Fitch: More European MMFs Acquire Chinese Bank Exposure

The number of European money market funds (MMFs) with exposure to Chinese banks has doubled in the last two years, driven by their search for yield and falling short-term issuance from western banks while offshore issuance from Chinese banks has doubled, Fitch Ratings says. Exposure is concentrated in major state-owned commercial banks, which we believe would receive very strong state support if needed. But these holdings could be sensitive to tension in the Chinese market that could result in price volatility or limited liquidity. We believe that this risk remains manageable as Chinese issuers remain a relatively small part of MMFs' overall portfolios.

According to our analysis, 30% of European MMFs had exposure to Chinese banks at the end of March, up from 14% at the end of 2012. This corresponds with a doubling of short-term offshore bond issuance by Chinese banks over the same period.

Exposure is limited to four majority state-owned 'A' rated commercial banks (Bank of China, Industrial and Commercial Bank of China, China Construction Bank and Agricultural Bank of China) and the wholly state-owned policy bank, China Development Bank, which is rated 'A+'. Together these five have an average allocation of 3.4% among European MMFs.

These banks all have an 'F1' short-term rating, but CDS spreads are materially higher than for similarly rated western banks, indicating markets perceive them as higher risk. The potential for liquidity and/or market volatility stress on Chinese issuers was highlighted in the first half of 2013, when actions by the Chinese central bank to curtail lending in China's shadow banking system led to sharply reduced liquidity and increased volatility in the Chinese interbank and money markets. Increasing issuance by Chinese banks is intended to both support lending outside China and to bolster capital to reduce risks from potential asset quality deterioration.

The increase in exposure to Chinese banks is part of a broader trend of increasing diversification.
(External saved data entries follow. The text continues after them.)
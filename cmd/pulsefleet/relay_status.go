package main

import (
	"fmt"
	"io"
	"os"
	"sort"
	"strings"
	"sync"
	"time"

	"github.com/pulsefleet/pulsefleet/uplink"
	"golang.org/x/term"
)

func orNone(s string) string {
	if s == "" {
		return "none"
	}
	return s
}

func (r *relayRun) report(st uplink.Stats) relayReport {
	rej := map[string]uint64{}
	var n uint64
	for k, v := range r.rejects {
		rej[k] += v
		n += v
	}
	for k, v := range st.Rejections {
		rej["gateway "+k] += v
		n += v
	}
	return relayReport{Device: r.o.device, LinesRead: r.read, LinesRejected: n, SamplesSent: st.SamplesSent,
		SamplesAcked: st.SamplesAcked, Reconnects: st.Reconnects, SpooledMax: st.HeldMaxSamples, SpooledMaxB: st.HeldMaxBytes,
		FromSpool: r.fromSp, Unacked: st.HeldSamples + int64(r.dropped), RejectedReason: rej, Gaps: r.asm.Gaps(), Redirects: st.Redirects,
		RateHz: r.asm.RateHz(), Caution: relayCaution}
}

// progressLine is the one-line state for a terminal.
func (r *relayRun) progressLine() string {
	st := r.client.Stats()
	conn := "connecting"
	if st.Connected {
		conn = "connected"
	}
	line := fmt.Sprintf("relay %s: %d lines read, %d samples acknowledged, %d held, %s", r.o.device, r.read, st.SamplesAcked, st.HeldSamples, conn)
	if len(r.rejects) > 0 || len(st.Rejections) > 0 {
		all := map[string]uint64{}
		for k, v := range r.rejects {
			all[k] = v
		}
		for k, v := range st.Rejections {
			all["gateway "+k] = v
		}
		line += "; rejected: " + reasons(all)
	}
	return line
}

// reasons formats counts by reason, largest first.
func reasons(m map[string]uint64) string {
	keys := make([]string, 0, len(m))
	for k := range m {
		keys = append(keys, k)
	}
	sort.Slice(keys, func(i, j int) bool {
		if m[keys[i]] != m[keys[j]] {
			return m[keys[i]] > m[keys[j]]
		}
		return keys[i] < keys[j]
	})
	parts := make([]string, len(keys))
	for i, k := range keys {
		parts[i] = fmt.Sprintf("%s %d", k, m[k])
	}
	return strings.Join(parts, ", ")
}

// statusPrinter writes event lines, and on a terminal a progress line that
// is rewritten in place at most once a second.
type statusPrinter struct {
	mu       sync.Mutex
	w        io.Writer
	tty      bool
	shown    bool
	last     time.Time
	lastLine string
}

func newStatusPrinter(w io.Writer) *statusPrinter {
	p := &statusPrinter{w: w}
	if f, ok := w.(*os.File); ok && term.IsTerminal(int(f.Fd())) {
		p.tty = true
	}
	return p
}

func (p *statusPrinter) logf(format string, args ...any) {
	p.mu.Lock()
	defer p.mu.Unlock()
	if p.shown {
		fmt.Fprint(p.w, "\r\033[K")
	}
	fmt.Fprintf(p.w, "relay: "+format+"\n", args...)
	if p.shown {
		fmt.Fprint(p.w, p.lastLine)
	}
}

func (p *statusPrinter) progress(line string) {
	if !p.tty {
		return
	}
	p.mu.Lock()
	defer p.mu.Unlock()
	if time.Since(p.last) < time.Second {
		return
	}
	p.last, p.lastLine, p.shown = time.Now(), line, true
	fmt.Fprint(p.w, "\r\033[K"+line)
}

func (p *statusPrinter) done() {
	p.mu.Lock()
	defer p.mu.Unlock()
	if p.shown {
		fmt.Fprintln(p.w)
		p.shown = false
	}
}
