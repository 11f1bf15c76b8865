package main

import (
	"encoding/json"
	"fmt"
	"os"
	"strings"
	"testing"

	"github.com/pulsefleet/pulsefleet/internal/caution"
)

// cameraDir is the camera-oximetry open data (Hoffman et al., npj Digit.
// Med. 5, 146 (2022), MIT licence; docs/references.md "Open data").
const cameraDir = "../../testdata/camera-oximetry"

func cameraStudyArgs() []string {
	args := []string{"calibrate", "study", "--rate", "30", "--channels", "r/g,b/g", "--lags", "0,10"}
	for s := 1; s <= 4; s++ {
		for _, h := range []string{"left", "right"} {
			args = append(args, "--raw", fmt.Sprintf("%s/subject-%d/ppg_%s.csv", cameraDir, s, h),
				"--reference", fmt.Sprintf("%s/subject-%d/reference.csv", cameraDir, s))
		}
	}
	return args
}

// The study prints, for both ways of choosing, every held-out subject's
// choice and scores beside the mean predictor, the pooled rows and the
// caution; the figures themselves are checked in internal/calibration/pairing.
func TestCalibrateStudyReportsBothChoosers(t *testing.T) {
	code, stdout, stderr := runCmd(cameraStudyArgs()...)
	if code != 0 {
		t.Fatalf("exit %d: %s", code, stderr)
	}
	for _, want := range []string{
		"8 recordings of 4 subjects, 12 variants",
		"nested: variant with the lowest inner leave-one-subject-out MAE",
		"rule: ratio derivative fixed beforehand",
		"subject-1: chose ", "subject-4: chose ",
		"mean predictor MAE / Arms %", "  pooled", "lower than the mean predictor's",
		"on all subjects: nested picks ", caution.Line,
	} {
		if !strings.Contains(stdout, want) {
			t.Errorf("study output lacks %q:\n%s", want, stdout)
		}
	}
	code, stdout, stderr = runCmd(append(cameraStudyArgs(), "--format", "json")...)
	if code != 0 {
		t.Fatalf("json: exit %d: %s", code, stderr)
	}
	var v struct {
		Caution string `json:"caution"`
		Rule    struct {
			Folds  []struct{ Subject, Chosen string } `json:"folds"`
			Pooled struct {
				N int `json:"n"`
			} `json:"pooled"`
			Improvement float64 `json:"improvement"`
		} `json:"rule"`
		Tracking struct {
			Folds []struct{ Subject, Chosen string } `json:"folds"`
		} `json:"tracking"`
	}
	if err := json.Unmarshal([]byte(stdout), &v); err != nil {
		t.Fatalf("json: %v\n%s", err, stdout)
	}
	if v.Caution != caution.Text || len(v.Rule.Folds) != 4 || v.Rule.Pooled.N < 100 {
		t.Errorf("json: caution %q, %d rule folds, pooled n %d; want the caution, 4 folds, >= 100 pairs", v.Caution, len(v.Rule.Folds), v.Rule.Pooled.N)
	}
	if len(v.Tracking.Folds) != 4 {
		t.Errorf("json: %d tracking folds, want 4", len(v.Tracking.Folds))
	}
}

func TestCalibrateStudyUsage(t *testing.T) {
	for _, tc := range []struct {
		args []string
		want string
	}{
		{[]string{"calibrate", "study", "--reference", "r.csv", "--rate", "30"}, "--raw: required"},
		{[]string{"calibrate", "study", "--raw", "a.csv", "--reference", "r.csv", "--rate", "30", "--channels", "r-g"}, "--channels: \"r-g\""},
		{[]string{"calibrate", "study", "--raw", "a.csv", "--reference", "r.csv", "--rate", "30", "--ratios", "peak"}, "--ratios"},
		{[]string{"calibrate", "study", "--raw", "a.csv", "--reference", "r.csv", "--rate", "30", "--lags", "0,x"}, "--lags: \"x\""},
		{[]string{"calibrate", "study", "--raw", "a.csv", "--reference", "r.csv", "--rate", "30", "--ratios", "slope"}, "--rule-ratio"},
	} {
		code, _, stderr := runCmd(tc.args...)
		if code != 2 || !strings.Contains(stderr, tc.want) {
			t.Errorf("%v: exit %d, %q; want exit 2 and %q", tc.args, code, stderr, tc.want)
		}
	}
}

// calibrate pairs takes the study's pick: channels, ratio method, lag and
// quality weights; the weights land in the pairs file and calibrate reads
// them back.
func TestCalibratePairsWithRatioAndWeights(t *testing.T) {
	out := t.TempDir() + "/pairs.csv"
	code, _, stderr := runCmd("calibrate", "pairs", "--raw", cameraSubject2+"/ppg_left.csv", "--reference", cameraSubject2+"/reference.csv",
		"--rate", "30", "--red-col", "b", "--ir-col", "g", "--ratio", "derivative", "--lag", "10", "--quality-weights", "--out", out)
	if code != 0 {
		t.Fatalf("exit %d: %s", code, stderr)
	}
	if f, err := os.ReadFile(out); err != nil || !strings.Contains(string(f), "\nratio,reference_pct,subject,weight\n") {
		t.Errorf("pairs file lacks the weight column (%v):\n%.300s", err, f)
	}
	code, stdout, stderr := runCmd("calibrate", "--pairs", out, "--model", "linear")
	if code != 0 || !strings.Contains(stdout, "fit (in sample)") {
		t.Fatalf("calibrate on the weighted pairs: exit %d: %s%s", code, stdout, stderr)
	}
	if code, _, stderr := runCmd("calibrate", "pairs", "--raw", "a.csv", "--reference", "r.csv", "--rate", "30", "--ratio", "fft"); code != 2 || !strings.Contains(stderr, `--ratio: "fft"`) {
		t.Errorf("--ratio fft: exit %d, %q; want exit 2 naming --ratio", code, stderr)
	}
}

// estimate takes the same ratio methods; on a real recording both give a
// ratio on most seconds, and not the same one.
func TestEstimateRatioMethod(t *testing.T) {
	ratios := map[string][]string{}
	for _, m := range []string{"slope", "derivative"} {
		code, stdout, stderr := runCmd("estimate", "--in", cameraSubject2+"/ppg_left.csv", "--red-col", "b", "--ir-col", "g",
			"--rate", "30", "--adc-bits", "0", "--ratio", m)
		if code != 0 {
			t.Fatalf("--ratio %s: exit %d: %s", m, code, stderr)
		}
		for _, line := range strings.Split(stdout, "\n") {
			f := strings.Split(line, ",")
			if len(f) >= 6 && f[5] != "" && f[5] != "ratio" {
				ratios[m] = append(ratios[m], f[5])
			}
		}
	}
	if len(ratios["slope"]) < 500 || len(ratios["derivative"]) < 500 {
		t.Errorf("ratios on %d (slope) and %d (derivative) seconds of 1121, want most", len(ratios["slope"]), len(ratios["derivative"]))
	}
	if strings.Join(ratios["slope"], ";") == strings.Join(ratios["derivative"], ";") {
		t.Error("--ratio derivative gave the same ratios as slope")
	}
	if code, _, stderr := runCmd("estimate", "--in", cameraSubject2+"/ppg_left.csv", "--rate", "30", "--ratio", "fft"); code != 2 || !strings.Contains(stderr, `--ratio: "fft"`) {
		t.Errorf("--ratio fft: exit %d, %q; want exit 2 naming --ratio", code, stderr)
	}
}

// With room-air anchors the study also reports the tracking chooser over
// every recorded subject; anchoring at the recording's start (protocol
// version 1) leaves subject 1 without an anchor, so no variant has pairs
// from every training subject and the command fails saying why.
func TestCalibrateStudyAnchors(t *testing.T) {
	args := []string{"calibrate", "study", "--rate", "30", "--channels", "b/g", "--lags", "10", "--anchors", "60"}
	for s := 1; s <= 4; s++ {
		for _, h := range []string{"left", "right"} {
			args = append(args, "--raw", fmt.Sprintf("%s/subject-%d/ppg_%s.csv", cameraDir, s, h),
				"--reference", fmt.Sprintf("%s/subject-%d/reference.csv", cameraDir, s))
		}
	}
	code, stdout, stderr := runCmd(args...)
	if code != 0 {
		t.Fatalf("exit %d: %s", code, stderr)
	}
	for _, want := range []string{
		"8 recordings of 4 subjects, 3 variants",
		"tracking: variant (anchor 60 s)", "subject-1: chose b/g slope lag 10 s anchor 60 s",
		"  pooled", "calibrate pairs --anchor A", caution.Line,
	} {
		if !strings.Contains(stdout, want) {
			t.Errorf("anchored study output lacks %q:\n%s", want, stdout)
		}
	}
	code, _, stderr = runCmd(append(args, "--anchor-at-start")...)
	if code != 1 || !strings.Contains(stderr, "no candidate has pairs from every other subject") {
		t.Errorf("--anchor-at-start: exit %d, %q; want exit 1 saying no candidate has pairs from every other subject", code, stderr)
	}
	code, _, stderr = runCmd(append(args, "--anchors", "60,-5")...)
	if code != 2 || !strings.Contains(stderr, `--anchors: "-5"`) {
		t.Errorf("--anchors -5: exit %d, %q; want exit 2 naming the value", code, stderr)
	}
}
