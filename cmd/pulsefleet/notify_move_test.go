package main

import (
	"context"
	"encoding/json"
	"fmt"
	"net/http"
	"net/url"
	"os"
	"path/filepath"
	"slices"
	"strconv"
	"strings"
	"testing"
	"time"

	"github.com/pulsefleet/pulsefleet/internal/cluster"
	"github.com/pulsefleet/pulsefleet/internal/notify/notifytest"
	"github.com/pulsefleet/pulsefleet/internal/shard"
)

// amFiring returns the alerts of a device that Alertmanager holds firing
// (of one condition when device is "ID/CONDITION").
func amFiring(t *testing.T, base, device string) []map[string]any {
	t.Helper()
	q := "&filter=" + url.QueryEscape(`device="`+device+`"`)
	if dev, cond, ok := strings.Cut(device, "/"); ok {
		q = "&filter=" + url.QueryEscape(`device="`+dev+`"`) + "&filter=" + url.QueryEscape(`condition="`+cond+`"`)
	}
	resp, err := http.Get(base + "/api/v2/alerts?active=true" + q)
	if err != nil {
		t.Fatalf("GET /api/v2/alerts: %v", err)
	}
	defer resp.Body.Close()
	var alerts []map[string]any
	if err := json.NewDecoder(resp.Body).Decode(&alerts); err != nil {
		t.Fatalf("GET /api/v2/alerts: %v", err)
	}
	return alerts
}

// waitFiring waits until Alertmanager holds want firing alerts of device,
// each (when gateway is given) last sent by that gateway.
func waitFiring(t *testing.T, base, device string, want int, gateway string, within time.Duration) {
	t.Helper()
	deadline := time.Now().Add(within)
	for {
		as := amFiring(t, base, device)
		ok := len(as) == want
		for _, a := range as {
			an, _ := a["annotations"].(map[string]any)
			ok = ok && (gateway == "" || an["gateway"] == gateway)
		}
		if ok {
			return
		}
		if time.Now().After(deadline) {
			t.Fatalf("Alertmanager holds %d firing alerts of %s after %v, want %d (from %q): %v", len(as), device, within, want, gateway, as)
		}
		time.Sleep(200 * time.Millisecond)
	}
}

func resentOn(f *etcdFleet, i int) float64 {
	l := findLine(scrapeMetrics(f.kids[i].httpAddr), "pulsefleet_notify_resent_total{")
	v, _ := strconv.ParseFloat(l[strings.LastIndexByte(l, ' ')+1:], 64)
	return v
}

// A device with an announced alarm moves from a live gateway to one that
// joins the fleet: the real Alertmanager both notify holds exactly one
// firing alert for the episode (the new gateway's sends refresh the old
// one's), and none once it ended at the new gateway, also after the
// gateway it left resent its other active alerts (it does not bring the
// moved one back).
func TestFleetOnEtcdNotificationFollowsTheMove(t *testing.T) {
	if testing.Short() {
		t.Skip("process test")
	}
	recv := notifytest.NewReceiver(t)
	am := notifytest.Start(t, notifytest.Config(recv.URL("/hook")))
	// A condition that does not latch, so it ends when SpO2 is back up.
	prof := filepath.Join(t.TempDir(), "fast.yaml")
	if err := os.WriteFile(prof, []byte("name: fast\nconditions:\n  - kind: spo2_low\n    limit: 90\n    hysteresis: 2\n    delay: 3s\n    priority: high\n"), 0o644); err != nil {
		t.Fatal(err)
	}
	f := newEtcdFleet(t, 3, "--profile", prof, "--alertmanager", am.URL, "--alertmanager-hold", "5s")
	defer f.stopAll()
	const joiner = 2
	f.kill(joiner)
	f.waitMembers2(t, []int{0, 1}, 2, 30*time.Second)
	from := 0
	id := movingDevice(t, f.addrs, from, joiner)
	stays := stayingDevice(t, f.addrs, from, joiner)
	ctx, cancel := context.WithCancel(context.Background())
	defer cancel()
	t0 := time.Now().Add(-90 * time.Second).Truncate(time.Second).UnixMilli()
	for _, dev := range []string{stays, id} {
		c, owner := openOwned(t, ctx, f.addrs[from], dev, 10*time.Second)
		if owner != f.addrs[from] {
			t.Fatalf("device %s taken by %s, want %s", dev, owner, f.addrs[from])
		}
		for i := int64(0); i < 40; i++ { // spo2_low announced after its 3 s delay
			c.send(uint64(i+1), t0+i*1000, 80)
		}
		for c.acked < 40 {
			c.recv()
		}
	}
	waitFiring(t, am.URL, id, 1, f.addrs[from], 30*time.Second)
	waitFiring(t, am.URL, stays, 1, f.addrs[from], 30*time.Second)
	time.Sleep(500 * time.Millisecond) // the alarm snapshot's publication

	f.start(t, joiner)
	d2, at := openOwned(t, ctx, f.addrs[from], id, 30*time.Second)
	if at != f.addrs[joiner] {
		t.Fatalf("device reconnected to %s, want %s", at, f.addrs[joiner])
	}
	d2.send(41, t0+40_000, 80)
	for d2.acked < 41 {
		d2.recv()
	}
	// One alert, now sent by the new gateway.
	waitFiring(t, am.URL, id, 1, f.addrs[joiner], 30*time.Second)

	// The end at the new gateway: resolved after its hold, and still
	// resolved after the old gateway's next resends (every minute).
	for i := int64(41); i < 61; i++ {
		d2.send(uint64(i+1), t0+i*1000, 97)
	}
	for d2.acked < 61 {
		d2.recv()
	}
	waitFiring(t, am.URL, id, 0, "", 40*time.Second)
	before := resentOn(f, from)
	deadline := time.Now().Add(150 * time.Second)
	for resentOn(f, from) <= before {
		if time.Now().After(deadline) {
			t.Fatalf("the old gateway resent nothing in 150 s (resent_total %v)", before)
		}
		time.Sleep(500 * time.Millisecond)
	}
	if as := amFiring(t, am.URL, id); len(as) != 0 {
		t.Fatalf("firing again after its end at the new gateway: %v", as)
	}
}

// stayingDevice picks a device id that gateway from owns before and after
// gateway joiner joins.
func stayingDevice(t *testing.T, addrs []string, from, joiner int) string {
	t.Helper()
	var others []string
	for i, a := range addrs {
		if i != joiner {
			others = append(others, a)
		}
	}
	without, _ := shard.NewRing(others)
	with, _ := shard.NewRing(addrs)
	for i := 0; i < 10000; i++ {
		id := fmt.Sprintf("stays-%04d", i)
		if without.Owner(id) == addrs[from] && with.Owner(id) == addrs[from] {
			return id
		}
	}
	t.Fatal("no device id stays as wanted")
	return ""
}

// A device with an announced alarm stops streaming and then its gateway is
// killed: the survivor that adopts the device without a stream, though its
// store never had the device, stores the adopted episode and sends it
// firing to the real Alertmanager (the dead gateway no longer resends it,
// and Alertmanager would otherwise resolve it on its own while the alarm
// goes on).
func TestFleetOnEtcdNotificationFollowsASilentAdoption(t *testing.T) {
	if testing.Short() {
		t.Skip("process test")
	}
	recv := notifytest.NewReceiver(t)
	am := notifytest.Start(t, notifytest.Config(recv.URL("/hook")))
	prof := filepath.Join(t.TempDir(), "fast.yaml")
	if err := os.WriteFile(prof, []byte("name: fast\nconditions:\n  - kind: spo2_low\n    limit: 90\n    hysteresis: 2\n    delay: 3s\n    priority: high\n"), 0o644); err != nil {
		t.Fatal(err)
	}
	f := newEtcdFleet(t, 2, "--profile", prof, "--alertmanager", am.URL, "--alertmanager-hold", "5s")
	defer f.stopAll()
	ctx, cancel := context.WithCancel(context.Background())
	defer cancel()
	const id = "silent-am-0001"
	dctx, stopDevice := context.WithCancel(ctx)
	d, addr := openOwned(t, dctx, f.addrs[0], id, 10*time.Second)
	first := slices.Index(f.addrs, addr)
	survivor := 1 - first
	t0 := time.Now().Add(-20 * time.Second).Truncate(time.Second).UnixMilli()
	for i := int64(0); i < 10; i++ {
		d.send(uint64(i+1), t0+i*1000, 80)
	}
	for d.acked < 10 {
		d.recv()
	}
	spo2 := id + "/spo2_low"
	waitFiring(t, am.URL, spo2, 1, f.addrs[first], 30*time.Second)
	stopDevice()
	time.Sleep(time.Second) // the offline report's publication
	f.kill(first)
	// The survivor's store has no model for the device (it was never
	// introduced there), so its alert lacks that label and is another
	// alert beside the dead gateway's, which Alertmanager resolves after its
	// resolve_timeout (README, notifications across a move).
	deadline := time.Now().Add(3*cluster.DefaultTTL + 60*time.Second)
	for {
		as := amFiring(t, am.URL, spo2)
		n := 0
		for _, a := range as {
			if an, _ := a["annotations"].(map[string]any); an["gateway"] == f.addrs[survivor] {
				n++
			}
		}
		if n == 1 {
			break
		}
		if time.Now().After(deadline) {
			t.Fatalf("no firing spo2_low alert from the survivor %s: %v", f.addrs[survivor], as)
		}
		time.Sleep(200 * time.Millisecond)
	}
}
Changes to liquidity and capital regulatory rules have made short-term debt issuance less attractive for western banks, which have historically provided the core holdings of MMFs. Unsecured debt from financial issuers fell below 60% of euro-denominated MMF holdings for the first time in 1Q15 and corporate issuer Procter & Gamble became the largest single unsecured exposure for these funds. The total number of issuers across rated funds also rose to 150 from 120 a quarter earlier.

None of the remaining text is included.